His name was so familiar coming from her mouth; just her saying it seemed to reveal some underlying structure to his mind, and out of that the memories surfaced. He now saw her walking beside him in that enclave in the Dinaric Alps of old Albania as he talked about dying, talked about escape. He remembered another escape – when they were children – from the suffocating care of their parents, out into a zero-asset area, and that glimpse of another world before the enforcers came for them and dragged them back. By groping for other such memories, he began establishing connections between the disparate parts of his mind. Finding only fragments caused a deep frustration, and made him push harder.

A muggy day spent in the constant roar of a city arose in his mind. The triple-glazed window shut it out as his gaze slid to a large computer screen showing the exploded schematic of a fusion engine, which was assembling automatically, then shrinking down small and dropping into another schematic recognizable as that of a Mars Traveller. The woman sitting before the screen sat back, for a moment studied the wedding ring on her finger, smiled at it, then swung her chair round to face him.

‘Of course I can do better,’ she said.

You were going to build spaceships . . .

Varalia Delex, whose second name she had acquired by marriage to her husband Latham Delex.
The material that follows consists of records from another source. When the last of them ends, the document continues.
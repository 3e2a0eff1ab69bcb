"""Bulk beside the carboxyl group, in Charton's nu.

J. Am. Chem. Soc. 1975, 97, 1552: methyl 0.52, ethyl 0.56, isopropyl 0.76, t-butyl 1.24, Cl 0.55, NO2 0.76 (from
memory).
"""

from __future__ import annotations

import pytest
from descriptors.worked import check, describe, not_worked

CASES: list[tuple[str, dict[str, float]]] = [
    # 2-methyl-6-nitrobenzoic acid
    (
        "Cc1cccc([N+](=O)[O-])c1C(=O)O",
        {
            "ortho_count": 2,
            "ortho_bulk": 0.52 + 0.76,
            "ortho_largest": 0.76,
            "ortho_both": 1,
            "ortho_alkyl": 1,
            "ortho_nitro": 1,
            "ortho_halogen": 0,
            "ortho_fused": 0,
        },
    ),
    ("OC(=O)c1ccccc1Cl", {"ortho_count": 1, "ortho_bulk": 0.55, "ortho_both": 0, "ortho_halogen": 1}),
    # two ortho groups: the sum of their sigma_I, 2 * 0.47 and -0.01 + 0.65; one alone does not count
    ("OC(=O)c1c(Cl)cccc1Cl", {"ortho_pair_sigma": 0.94, "ortho_both": 1}),
    ("Cc1cccc([N+](=O)[O-])c1C(=O)O", {"ortho_pair_sigma": 0.64}),
    ("OC(=O)c1ccccc1[N+](=O)[O-]", {"ortho_pair_sigma": 0}),
    ("OC(=O)c1ccccc1C(C)(C)C", {"ortho_bulk": 1.24, "ortho_alkyl": 1}),
    ("OC(=O)c1ccccc1OC", {"ortho_ether": 1}),
    ("OC(=O)c1ccccc1C(C)=O", {"ortho_carbonyl": 1}),
    ("OC(=O)c1ccc(C)cc1", {"ortho_count": 0, "ortho_alkyl": 0}),
    # 1-naphthoic acid: the second ring is fused beside the COOH; 2-naphthoic acid: not
    ("OC(=O)c1cccc2ccccc12", {"ortho_fused": 1, "ortho_count": 0}),
    ("OC(=O)c1ccc2ccccc2c1", {"ortho_fused": 0}),
    # 4-pyridone-3-carboxylic acid: the ring carbonyl beside the COOH
    ("O=c1cc[nH]cc1C(=O)O", {"ortho_ring_carbonyl": 1, "ortho_count": 1}),
    # 2-methylpropanoic acid: two methyls on the alpha carbon
    ("CC(C)C(=O)O", {"alpha_bulk": 1.04, "beta_bulk": 0}),
    # 3-methylbutanoic acid: isopropyl on the alpha carbon, two methyls on the beta; these are three bonds away
    ("CC(C)CC(=O)O", {"alpha_bulk": 0.76, "beta_bulk": 1.04, "atoms_at_three": 2, "atoms_at_four": 0}),
    # hexanoic acid: C4, C5, C6 are three, four and five bonds from C1
    ("CCCCCC(=O)O", {"atoms_at_three": 1, "atoms_at_four": 1, "atoms_at_five": 1, "alpha_bulk": 0.56}),
    ("CC(=O)O", {"alpha_bulk": 0, "beta_bulk": 0, "atoms_at_three": 0}),
]


@pytest.mark.parametrize(("smiles", "expected"), CASES)
def test_worked_by_hand(smiles: str, expected: dict[str, float]) -> None:
    check(smiles, expected)


def test_every_column_is_worked() -> None:
    assert not_worked("steric", CASES) == set()


def test_bulk_of_the_alpha_group_grows_with_branching() -> None:
    # CH3 < C2H5 < CH(CH3)2 < C(CH3)3 in nu
    found = [describe(s)["alpha_bulk"] for s in ("CCC(=O)O", "CCCC(=O)O", "CC(C)CC(=O)O", "CC(C)(C)CC(=O)O")]
    assert found == sorted(found)
    assert len(set(found)) == 4
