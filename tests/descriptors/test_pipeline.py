"""All columns together: named once, with unit and citation, finite over the measured acids, free of atom order."""

from __future__ import annotations

import random
import re

import numpy as np
import pytest
from hypothesis import given, settings
from hypothesis import strategies as st
from rdkit import Chem

from qsar.descriptors import COLUMNS, EFFECTS, LOWERS, NAMES
from qsar.ionisation import edge_descriptors
from qsar.paths import reference_table
from qsar.structures import Acid, acid_from_mol, read_acid
from qsar.table import read_table


def test_names_are_unique_and_speak() -> None:
    assert len(set(NAMES)) == len(NAMES) == len(COLUMNS) == len(LOWERS)
    for name in NAMES:
        assert re.fullmatch(r"[a-z][a-z0-9_]+", name), name


def test_each_column_has_a_unit() -> None:
    assert {column.unit for column in COLUMNS} <= {"1", "Pauling", "e", "pm", "bonds"}


def test_each_effect_is_described_and_cited() -> None:
    assert len({effect.name for effect in EFFECTS}) == len(EFFECTS)
    for effect in EFFECTS:
        assert effect.columns
        assert effect.citations
        assert all(re.search(r"\b(18|19|20)\d\d\b", citation) for citation in effect.citations), effect.name


def test_only_the_inductive_effect_of_groups_on_saturated_carbon_is_constrained() -> None:
    assert {e.name for e in EFFECTS for c in e.columns if c.lowers} == {"inductive"}
    assert all(n.startswith("withdrawing") == bool(low) for n, low in zip(NAMES, LOWERS, strict=True))


@pytest.fixture(scope="module")
def measured() -> tuple[list[str], np.ndarray]:
    acids = {m.acid.smiles: m.acid for m in read_table(reference_table())}
    blocks = [edge_descriptors(a) for a in acids.values()]
    names = [s for s, block in zip(acids, blocks, strict=True) for _ in block]
    return names, np.vstack(blocks)


def test_every_column_is_finite_over_the_measured_acids(measured: tuple[list[str], np.ndarray]) -> None:
    names, x = measured
    assert x.shape[1] == len(NAMES)
    bad = [(names[i], NAMES[j]) for i, j in np.argwhere(~np.isfinite(x))]
    assert bad == []


def test_constrained_columns_are_never_negative(measured: tuple[list[str], np.ndarray]) -> None:
    assert measured[1][:, LOWERS].min() >= 0.0


def test_no_two_columns_are_the_same_over_the_measured_acids(measured: tuple[list[str], np.ndarray]) -> None:
    x = measured[1]
    varying = np.flatnonzero(x.std(axis=0) > 0)
    twins = [
        (NAMES[a], NAMES[b])
        for i, a in enumerate(varying)
        for b in varying[i + 1 :]
        if np.array_equal(x[:, a], x[:, b])
    ]
    assert twins == []


SOME = [
    "OC(=O)CC(O)(C(=O)O)CC(=O)O",
    "O=C(O)[C@H]1CC[C@@H](C(=O)O)C1(C)C",
    "OC(=O)/C=C\\C(=O)O",
    "Nc1ccc(C(=O)O)c(O)c1Cl",
    "OC(=O)C(F)(F)CC1CC1C#N",
    "COc1cc(/C=C/C(=O)O)ccc1OC(C)=O",
    "O=C(O)C[C@@](C)(N)c1ccncc1",
]


@settings(max_examples=50, deadline=None, derandomize=True)
@given(st.sampled_from(SOME), st.integers(0, 10**6))
def test_the_order_of_atoms_changes_no_bit(smiles: str, seed: int) -> None:
    mol = Chem.MolFromSmiles(smiles)
    order = list(range(mol.GetNumAtoms()))
    random.Random(seed).shuffle(order)
    shuffled = acid_from_mol(Chem.RenumberAtoms(mol, order))
    assert np.array_equal(edge_descriptors(shuffled), edge_descriptors(read_acid(smiles)))


@pytest.mark.parametrize(
    "smiles",
    [
        *SOME,
        "Cc1cc(C(=O)O)ccc1C(=O)O",  # between the groups two paths of equal length, one of them substituted
        "OC(=O)C1CCC(C(=O)O)C(C)C1",
        "OC(=O)c1ccc(C(=O)O)c(C(=O)O)c1",
        "CC1(C)SC2C(NC(=O)C(C(=O)O)c3ccsc3)C(=O)N2C1C(=O)O",
    ],
)
def test_descriptors_see_the_molecule_and_not_its_numbering(smiles: str) -> None:
    # The numbers are canonical, but those of a mirror image, or of the other end of a molecule, are others.
    acid = read_acid(smiles)
    expected = edge_descriptors(acid)
    for seed in range(4):
        order = list(range(acid.mol.GetNumAtoms()))
        random.Random(seed).shuffle(order)
        place = {old: new for new, old in enumerate(order)}
        renumbered = Acid(acid.smiles, Chem.RenumberAtoms(acid.mol, order), tuple(place[s] for s in acid.sites))
        found = edge_descriptors(renumbered)
        moved = {NAMES[j] for j in np.argwhere(np.abs(found - expected) > 1e-9)[:, 1]}
        assert moved == set()


@pytest.mark.parametrize("smiles", [s for s in SOME if "@" in s] + ["OC(=O)[C@H]1CC[C@@H]1C(=O)O", "C[C@H](N)C(=O)O"])
def test_mirror_images_have_the_same_descriptors(smiles: str) -> None:
    mirror = smiles.replace("@@", "!").replace("@", "@@").replace("!", "@")
    mine, other = edge_descriptors(read_acid(smiles)), edge_descriptors(read_acid(mirror))
    # the sites of a mirror image may be numbered the other way round
    assert np.array_equal(mine[np.lexsort(mine.T)], other[np.lexsort(other.T)])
Varalia whose maiden name had been Saul.

‘Hello, sister,’ Saul’s voice grated, and he opened his eyes.

Earth

The four giant ships had been supertankers in a previous incarnation, and were the last of their kind turned out at the Port of Dalian shipyards. That they had remained functional for so long after the wells ran dry was testament to the then-innovative materials and technologies used in their construction: graphene and metals foamed on Earth before that technology really got into its stride in more suitable zero-gravity environments, new ceramics, tough new forms of glass, nano-coatings, clean-burn fission reactors and computer-controlled robots that continued maintaining those vessels during all the later years they served as floating prison ships. Now the prisoners were all dead: the ZAs killed by the Scour and the remaining SAs dying either of starvation or diseases prevalent amidst tens of thousands of rotting corpses.

‘I am impressed,’ said Serene, as she piloted the big aero down towards the landing deck. ‘I didn’t expect them to be ready so soon.’
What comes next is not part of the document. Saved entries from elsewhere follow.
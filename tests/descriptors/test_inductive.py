"""Inductive columns: S(g) = sum of sigma_I * g**(n - 1), n bonds from the carboxyl carbon to the carrier.

Attenuation by a constant factor a bond: Branch & Calvin 1941; sigma_I: Charton, Prog. Phys. Org. Chem. 1981, 13,
119 (Cl 0.47, F 0.52, OCH3 0.27, from memory). Group electronegativity: Bratsch, J. Chem. Educ. 1985, 62, 101.
"""

from __future__ import annotations

from itertools import pairwise
from math import log, sqrt

import pytest
from descriptors.worked import check, describe, not_worked

from qsar.descriptors import LOWERS, NAMES

# Methoxy from its graph, each atom half the weight of the one before: top 1 + (1 + 3/2)/2 = 2.25; bottom
# 1/3.44 + (1/2.55 + 1.5/2.20)/2 = 0.827686; 2.25/0.827686 = 2.71842; hydrogen's 2.20 off.
METHOXY = 2.25 / (1 / 3.44 + (1 / 2.55 + 1.5 / 2.20) / 2) - 2.20

CASES: list[tuple[str, dict[str, float]]] = [
    # 3-chlorobutanoic acid: one Cl, its carbon two bonds away. Cl alone has Pauling's 3.16, 0.96 over hydrogen.
    (
        "CC(Cl)CC(=O)O",
        {
            "withdrawing_g25": 0.47 * 0.25,
            "withdrawing_g40": 0.47 * 0.4,
            "withdrawing_g60": 0.47 * 0.6,
            "withdrawing_pi_g60": 0.0,
            "withdrawing_pi_g80": 0.0,
            "withdrawing_largest": 0.188,
            "withdrawing_second": 0.0,
            "withdrawing_squares": 0.188**2,
            "withdrawing_root": sqrt(0.188),
            "withdrawing_within1": 0.0,
            "withdrawing_within2": 0.47,
            "withdrawing_within3": 0.47,
            "withdrawing_within4": 0.47,
            "withdrawing_chi_g40": (3.16 - 2.20) * 0.4,
            "withdrawing_damped_root": sqrt(0.15 + 0.188) - sqrt(0.15),
            "withdrawing_damped_log": log(1 + 0.188 / 0.15),
            "scaffold_sigma_g40": 0.0,
        },
    ),
    # 2-chloro-2-methoxyacetic acid: the scaffold itself withdraws 0.27, which damps what Cl adds
    (
        "COC(Cl)C(=O)O",
        {
            "withdrawing_g40": 0.47,
            "scaffold_sigma_g40": 0.27,
            "withdrawing_damped_root": sqrt(0.15 + 0.27 + 0.47) - sqrt(0.15 + 0.27),
            "withdrawing_damped_log": log(1 + 0.47 / (0.15 + 0.27)),
        },
    ),
    # chlorofluoroacetic acid: both on the alpha carbon, n = 1
    (
        "OC(=O)C(F)Cl",
        {
            "withdrawing_g25": 0.99,
            "withdrawing_g40": 0.99,
            "withdrawing_g60": 0.99,
            "withdrawing_largest": 0.52,
            "withdrawing_second": 0.47,
            "withdrawing_squares": 0.52**2 + 0.47**2,
            "withdrawing_root": sqrt(0.99),
            "withdrawing_within1": 0.99,
            "withdrawing_chi_g40": (3.98 - 2.20) + (3.16 - 2.20),
        },
    ),
    # 4-chlorobut-2-enoic acid: n = 3, and every path from the acid to C4 crosses the double bond
    (
        "OC(=O)/C=C/CCl",
        {
            "withdrawing_g40": 0.47 * 0.16,
            "withdrawing_pi_g60": 0.47 * 0.36,
            "withdrawing_pi_g80": 0.47 * 0.64,
            "withdrawing_within2": 0.0,
            "withdrawing_within3": 0.47,
        },
    ),
    # methoxyacetic acid: O on the alpha carbon; O is 3.44 - 2.55 = 0.89 over carbon, two bonds away: 0.5**0
    (
        "COCC(=O)O",
        {
            "scaffold_sigma_g25": 0.27,
            "scaffold_sigma_g40": 0.27,
            "scaffold_sigma_g60": 0.27,
            "scaffold_sigma_pi_g60": 0.0,
            "scaffold_largest": 0.27,
            "groups_alpha": 1.0,
            "groups_beta": 0.0,
            "scaffold_chi_g40": METHOXY,
            "scaffold_chi_atoms": 0.89,
            "withdrawing_g40": 0.0,
        },
    ),
    # 3-, 4- and 5-methoxyalkanoic acids: n = 2, 3, 4
    (
        "COCCC(=O)O",
        {
            "scaffold_sigma_g25": 0.27 * 0.25,
            "scaffold_sigma_g40": 0.27 * 0.4,
            "scaffold_largest": 0.108,
            "groups_alpha": 0.0,
            "groups_beta": 1.0,
            "scaffold_chi_g40": METHOXY * 0.4,
            "scaffold_chi_atoms": 0.445,
        },
    ),
    ("COCCCC(=O)O", {"scaffold_sigma_g60": 0.27 * 0.36, "groups_gamma": 1.0, "scaffold_chi_atoms": 0.2225}),
    ("COCCCCC(=O)O", {"scaffold_sigma_g60": 0.27 * 0.216, "groups_further": 1.0}),
    # 4-methoxybut-2-enoic acid: the ether is reached through the double bond only, n = 3
    ("COC/C=C/C(=O)O", {"scaffold_sigma_pi_g60": 0.27 * 0.36, "groups_gamma": 1.0}),
]


@pytest.mark.parametrize(("smiles", "expected"), CASES)
def test_worked_by_hand(smiles: str, expected: dict[str, float]) -> None:
    check(smiles, expected)


def test_every_column_is_worked() -> None:
    assert not_worked("inductive", CASES) == set()


@pytest.mark.parametrize(
    ("plain", "edited"),
    [
        (
            "CCCC(=O)O",
            ["CC(Cl)CC(=O)O", "CC(F)(F)CC(=O)O", "N#CC(C)CC(=O)O", "CC([N+](=O)[O-])CC(=O)O", "BrCC(I)CC(=O)O"],
        ),
        ("OC(=O)C1CCCC1", ["OC(=O)C1(F)CCCC1", "OC(=O)C1CC(F)(F)CC1", "OC(=O)C1(C#N)CCCC1"]),
        ("Cc1ccccc1C(=O)O", ["FC(F)(F)c1ccccc1C(=O)O", "N#CCc1ccccc1C(=O)O"]),
        ("C/C=C/C(=O)O", ["FC/C=C/C(=O)O", "FC(F)(F)/C=C/C(=O)O"]),
        ("OC(=O)CCC(=O)O", ["OC(=O)C(F)(F)C(F)(F)C(=O)O"]),
        ("C[C@H](N)C(=O)O", ["FC[C@H](N)C(=O)O"]),
    ],
)
def test_a_group_on_saturated_carbon_moves_the_constrained_columns_only(plain: str, edited: list[str]) -> None:
    # So that the trend holds by construction: every other column is that of the acid with hydrogen in its place.
    before = describe(plain)
    for smiles in edited:
        after = describe(smiles)
        moved = {n for n, lowers in zip(NAMES, LOWERS, strict=True) if not lowers and after[n] != before[n]}
        assert moved == set(), smiles
        assert after["withdrawing_g40"] > before["withdrawing_g40"]


def test_constrained_columns_fall_with_distance_and_grow_with_number() -> None:
    lowers = [n for n, low in zip(NAMES, LOWERS, strict=True) if low]
    chain = ["OC(=O)" + "C" * k + "C(Cl)" + "C" * (6 - k) for k in range(6)]
    rows = [describe(s) for s in chain]
    for near, far in pairwise(rows):
        assert all(near[n] >= far[n] for n in lowers)
    one, two, three = (describe(s) for s in ("OC(=O)CCl", "OC(=O)C(Cl)Cl", "OC(=O)C(Cl)(Cl)Cl"))
    for n in lowers:
        assert one[n] <= two[n] <= three[n]


def test_order_of_the_halogens() -> None:
    # sigma_I: F 0.52 > Cl 0.47 > Br 0.45 > I 0.39 (Charton 1981, from memory)
    found = [describe(f"OC(=O)C{x}")["withdrawing_g40"] for x in ("F", "Cl", "Br", "I")]
    assert found == sorted(found, reverse=True)
    assert len(set(found)) == 4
The manager of the new project was a marine biologist called Michael Palgrave, a thin severe-looking man with blond hair and a badly sunburned nose, who stood nervously behind her; Sack was in the seat behind him, arms folded and a bored expression on his lizard face.

‘We had the robots here, and it was simple enough to get them to strip out the cell partitions inside the old oil tanks,’ he replied. ‘We then constructed the nursery pools on the old prison floors and utilized plumbing already in place to get things started. It took longer to automate the sea-seeding system, and we have had problems with the stock.’

‘I understand,’ said Serene, quite happy to let the man ramble on because she was pleased with what was happening here.

As she finally settled the aero down on the landing pad, she glanced towards land and noted the green smear extending out across ten kilometres of sea. This was why they had chosen this area for the releases. The Dubai swamps had soaked up over two hundred million Scour victims and thus become poisonously anaerobic. However, from them this algae bloom had spread out to sea, and just beyond it the sea plankton had undergone a resurgence. There was food here now: microscopic food but billions of tonnes of it. She silently thanked the erstwhile rulers of the small but wealthy country that had once lain inland.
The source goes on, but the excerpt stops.